Stored data entries:
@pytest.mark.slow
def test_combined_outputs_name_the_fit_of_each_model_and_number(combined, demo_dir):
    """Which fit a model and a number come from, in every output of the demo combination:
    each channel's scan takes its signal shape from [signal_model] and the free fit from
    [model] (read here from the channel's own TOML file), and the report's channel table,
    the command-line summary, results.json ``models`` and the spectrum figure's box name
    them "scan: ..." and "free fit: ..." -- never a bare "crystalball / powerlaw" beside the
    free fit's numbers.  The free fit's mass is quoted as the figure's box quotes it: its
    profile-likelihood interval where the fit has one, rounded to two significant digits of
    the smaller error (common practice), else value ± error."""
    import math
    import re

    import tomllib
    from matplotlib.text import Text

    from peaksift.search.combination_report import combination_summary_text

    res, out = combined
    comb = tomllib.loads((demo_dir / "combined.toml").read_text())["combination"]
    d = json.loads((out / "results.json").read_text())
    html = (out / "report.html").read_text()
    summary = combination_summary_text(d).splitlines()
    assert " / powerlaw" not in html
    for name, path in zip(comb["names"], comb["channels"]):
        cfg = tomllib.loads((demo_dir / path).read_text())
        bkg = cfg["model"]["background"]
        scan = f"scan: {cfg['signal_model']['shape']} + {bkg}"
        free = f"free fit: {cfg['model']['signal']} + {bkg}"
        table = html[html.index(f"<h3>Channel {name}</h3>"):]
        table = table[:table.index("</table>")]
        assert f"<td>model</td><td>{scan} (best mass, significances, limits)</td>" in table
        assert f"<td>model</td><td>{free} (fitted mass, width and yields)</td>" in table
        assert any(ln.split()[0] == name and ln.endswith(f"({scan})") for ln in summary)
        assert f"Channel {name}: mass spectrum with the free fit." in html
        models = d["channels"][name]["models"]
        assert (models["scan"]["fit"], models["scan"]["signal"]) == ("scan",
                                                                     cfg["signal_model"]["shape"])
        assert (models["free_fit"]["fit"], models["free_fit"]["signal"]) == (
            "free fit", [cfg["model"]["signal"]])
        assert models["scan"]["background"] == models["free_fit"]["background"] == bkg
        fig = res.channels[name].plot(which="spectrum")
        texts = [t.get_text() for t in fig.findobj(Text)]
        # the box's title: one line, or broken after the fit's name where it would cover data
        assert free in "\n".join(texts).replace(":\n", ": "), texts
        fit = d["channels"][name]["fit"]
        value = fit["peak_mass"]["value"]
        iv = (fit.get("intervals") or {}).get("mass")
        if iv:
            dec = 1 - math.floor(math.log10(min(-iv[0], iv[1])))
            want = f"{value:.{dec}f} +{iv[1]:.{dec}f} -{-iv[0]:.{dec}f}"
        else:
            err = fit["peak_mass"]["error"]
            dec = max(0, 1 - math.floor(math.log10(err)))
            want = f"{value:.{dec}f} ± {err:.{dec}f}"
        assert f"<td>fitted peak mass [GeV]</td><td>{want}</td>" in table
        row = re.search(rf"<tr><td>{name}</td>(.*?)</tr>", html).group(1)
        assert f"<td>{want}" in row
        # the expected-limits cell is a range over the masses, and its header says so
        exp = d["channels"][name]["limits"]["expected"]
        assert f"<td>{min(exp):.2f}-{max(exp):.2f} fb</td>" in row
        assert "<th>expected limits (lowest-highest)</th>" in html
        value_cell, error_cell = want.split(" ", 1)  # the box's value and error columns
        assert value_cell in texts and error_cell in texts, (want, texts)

Activity: The answer must be every line from the records above that contains the word "expected", copied out.

Exercise result:
        # the expected-limits cell is a range over the masses, and its header says so
        exp = d["channels"][name]["limits"]["expected"]
        assert "<th>expected limits (lowest-highest)</th>" in html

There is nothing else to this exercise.